Spike Spiegel era già sicuro di passare le feste di Natale da solo, chiuso nel suo appartamento, a sorseggiare qualsiasi tipo di bevanda alcolica gli fosse andata a genio, brindando alla volta della foto delle uniche donne della sua vita, immortalate insieme con un sorriso meraviglioso e sempiterno stampato sui loro volti.
Non aveva previsto però, la mattina del 23 dicembre, che sarebbe stato invitato alla cena della Vigilia dalla sua provocante e bellissima dirimpettaia Rosario.
Aveva mandato i suoi bambini, di otto il primo e quattro anni la seconda, ad invitarlo.
Quando Spike aveva aperto loro la porta, si era incupito temendo fosse capitato qualcosa alla donna, ma il messaggio recapitato da Ennis, il ragazzino più grande, lo lasciò alquanto basito.
«La mamma ci ha detto di dirti che sei invitato alla cena della Vigilia domani sera. Ci saranno tutti i condomini, e voleva sapere se anche tu saresti stato presente», buttò fuori Ennis con aria scocciata e le piccole braccia incrociate al petto, in segno di diffidenza.
Spike ricambiò il suo sguardo imbronciato, accennando un piccolo sorriso a fior di labbra.
Quando rientrava dal commissariato, vedeva spesso entrambi giocare sulla tromba delle scale. Mentre Ennis lo ignorava volutamente, la sua sorellina, Nilu, lo salutava sempre con molto calore, e Spike ricambiava quei saluti affondando la mano in quei soffici riccioletti castano biondo, carezzandole piano il capo.

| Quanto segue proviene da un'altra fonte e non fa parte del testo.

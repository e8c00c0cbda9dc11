//! Ranked lists: by rank or by score, checked list by list.

use std::collections::{BTreeMap, HashMap, HashSet};

use rusqlite::{Transaction, params};

use super::{Fields, FileReport, RANKINGS, Source, id_set, input_error, parse, report};
use crate::study::Result;
use crate::study::csv_input::ProblemLog;

/// (rank, item, score) of one stored list entry.
type RankedEntry = (i64, String, Option<f64>);

/// One row of a ranked list as read from the file.
struct RankedRow {
    line: u64,
    item: String,
    rank: Option<u64>,
    score: Option<f64>,
}

pub(super) fn import_rankings(tx: &Transaction, src: &Source) -> Result<FileReport> {
    let table = parse(src, &RANKINGS)?;
    let has_rank = table.column("rank").is_some();
    let has_score = table.column("score").is_some();
    let mut log = ProblemLog::default();
    if !has_rank && !has_score {
        log.push(table.problem(
            1,
            table.header.len() + 1,
            "rankings need a rank or a score column",
        ));
    }
    log.into_result().map_err(input_error)?;
    let mut log = ProblemLog::default();
    let contexts = id_set(tx, "SELECT context_id FROM contexts")?;
    let items = id_set(tx, "SELECT item_id FROM items")?;
    let mut lists: BTreeMap<(String, String), Vec<RankedRow>> = BTreeMap::new();
    for row in &table.rows {
        let f = Fields { table: &table, row };
        let (Some(ranker), Some(context), Some(item)) = (
            f.required("ranker", &mut log),
            f.required("context_id", &mut log),
            f.required("item_id", &mut log),
        ) else {
            continue;
        };
        if !contexts.contains(context) {
            log.push(f.problem(
                "context_id",
                format!("unknown context \"{context}\"; import it in contexts.csv first"),
            ));
            continue;
        }
        if !items.contains(item) {
            log.push(f.problem(
                "item_id",
                format!("unknown item \"{item}\"; import it in items.csv first"),
            ));
            continue;
        }
        let rank = if has_rank {
            let text = f.text("rank").trim();
            match text.parse::<u64>() {
                Ok(r) if r >= 1 => Some(r),
                _ => {
                    log.push(f.problem(
                        "rank",
                        format!("rank must be a positive integer, got \"{text}\""),
                    ));
                    continue;
                }
            }
        } else {
            None
        };
        let score = if has_score {
            let text = f.text("score").trim();
            match text.parse::<f64>() {
                Ok(s) if s.is_finite() => Some(s),
                _ if has_rank && text.is_empty() => None,
                _ => {
                    log.push(f.problem("score", format!("score must be a number, got \"{text}\"")));
                    continue;
                }
            }
        } else {
            None
        };
        lists
            .entry((ranker.to_string(), context.to_string()))
            .or_default()
            .push(RankedRow {
                line: row.line,
                item: item.to_string(),
                rank,
                score,
            });
        if log.is_full() {
            break;
        }
    }
    // Per list: no item twice, ranks 1..n without gaps or repeats; scores give ranks.
    let mut ordered: Vec<((String, String), Vec<RankedEntry>)> = Vec::new();
    for (key, mut rows) in lists {
        let mut seen_items: HashMap<&str, u64> = HashMap::new();
        for r in &rows {
            if let Some(first) = seen_items.insert(r.item.as_str(), r.line) {
                log.push(table.problem(
                    r.line,
                    table.column("item_id").unwrap_or(0) + 1,
                    format!("item \"{}\" appears twice in the list of ranker \"{}\" for context \"{}\" (first on line {first})", r.item, key.0, key.1),
                ));
            }
        }
        if has_rank {
            let rank_col = table.column("rank").unwrap_or(0) + 1;
            let mut by_rank: HashMap<u64, u64> = HashMap::new();
            for r in &rows {
                if let Some(first) = by_rank.insert(r.rank.unwrap_or(0), r.line) {
                    log.push(table.problem(
                        r.line,
                        rank_col,
                        format!("rank {} is used twice in the list of ranker \"{}\" for context \"{}\" (first on line {first})", r.rank.unwrap_or(0), key.0, key.1),
                    ));
                }
            }
            rows.sort_by_key(|r| r.rank);
            if let Some((n, r)) = rows
                .iter()
                .enumerate()
                .find(|(n, r)| r.rank != Some(*n as u64 + 1))
                && by_rank.len() == rows.len()
            {
                log.push(table.problem(
                    r.line,
                    rank_col,
                    format!("ranks must run 1, 2, 3… in each list; rank {} is missing in the list of ranker \"{}\" for context \"{}\"", n + 1, key.0, key.1),
                ));
            }
        } else {
            rows.sort_by(|a, b| {
                b.score
                    .unwrap_or(f64::NEG_INFINITY)
                    .total_cmp(&a.score.unwrap_or(f64::NEG_INFINITY))
                    .then_with(|| a.item.cmp(&b.item))
            });
        }
        let list = rows
            .into_iter()
            .enumerate()
            .map(|(n, r)| (n as i64 + 1, r.item, r.score))
            .collect();
        ordered.push((key, list));
    }
    log.into_result().map_err(input_error)?;

    let mut report = report(src, "rankings");
    let mut add_ranker = tx.prepare("INSERT OR IGNORE INTO rankers(ranker) VALUES (?1)")?;
    let mut load = tx.prepare(
        "SELECT rank, item_id, score FROM ranked_items WHERE ranker = ?1 AND context_id = ?2 ORDER BY rank",
    )?;
    let mut delete =
        tx.prepare("DELETE FROM ranked_items WHERE ranker = ?1 AND context_id = ?2")?;
    let mut insert = tx.prepare(
        "INSERT INTO ranked_items(ranker, context_id, rank, item_id, score) VALUES (?1, ?2, ?3, ?4, ?5)",
    )?;
    let mut known_rankers: HashSet<String> = HashSet::new();
    for ((ranker, context), list) in ordered {
        if known_rankers.insert(ranker.clone()) {
            add_ranker.execute([&ranker])?;
        }
        let old: Vec<RankedEntry> = load
            .query_map([&ranker, &context], |r| {
                Ok((r.get(0)?, r.get(1)?, r.get(2)?))
            })?
            .collect::<std::result::Result<_, _>>()?;
        if old == list {
            report.unchanged += list.len() as u64;
            continue;
        }
        if old.is_empty() {
            report.added += list.len() as u64;
        } else {
            report.updated += list.len() as u64;
            delete.execute([&ranker, &context])?;
        }
        for (rank, item, score) in &list {
            insert.execute(params![ranker, context, rank, item, score])?;
        }
    }
    Ok(report)
}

Con Valeria lo faceva spesso, sebbene sua figlia avesse i capelli molto più lisci e tendenti al rosso, ereditati da sua moglie Monica. Gli mancava compiere quel gesto ogni volta che rientrava a casa, e puntualmente non trovare nessuno ad attenderlo lo intristiva non poco.
Ci era voluto un anno per abituarsi a quella condizione di solitudine, ad attutire quel dolore che continuava a martellare prepotentemente nel petto senza sosta, giorno e notte.
In ufficio almeno riusciva a distrarsi, anche se non totalmente, poiché il pensiero di avere tra le mani i bastardi che avevano piazzato l'ordigno esplosivo alla banca, dove Monica e Valeria avevano perso la vita assieme a tante altre persone, lo tormentava ossessivamente.
Ogni denuncia, ogni nuova pista significavano un tassello in più per completare quel puzzle complicato.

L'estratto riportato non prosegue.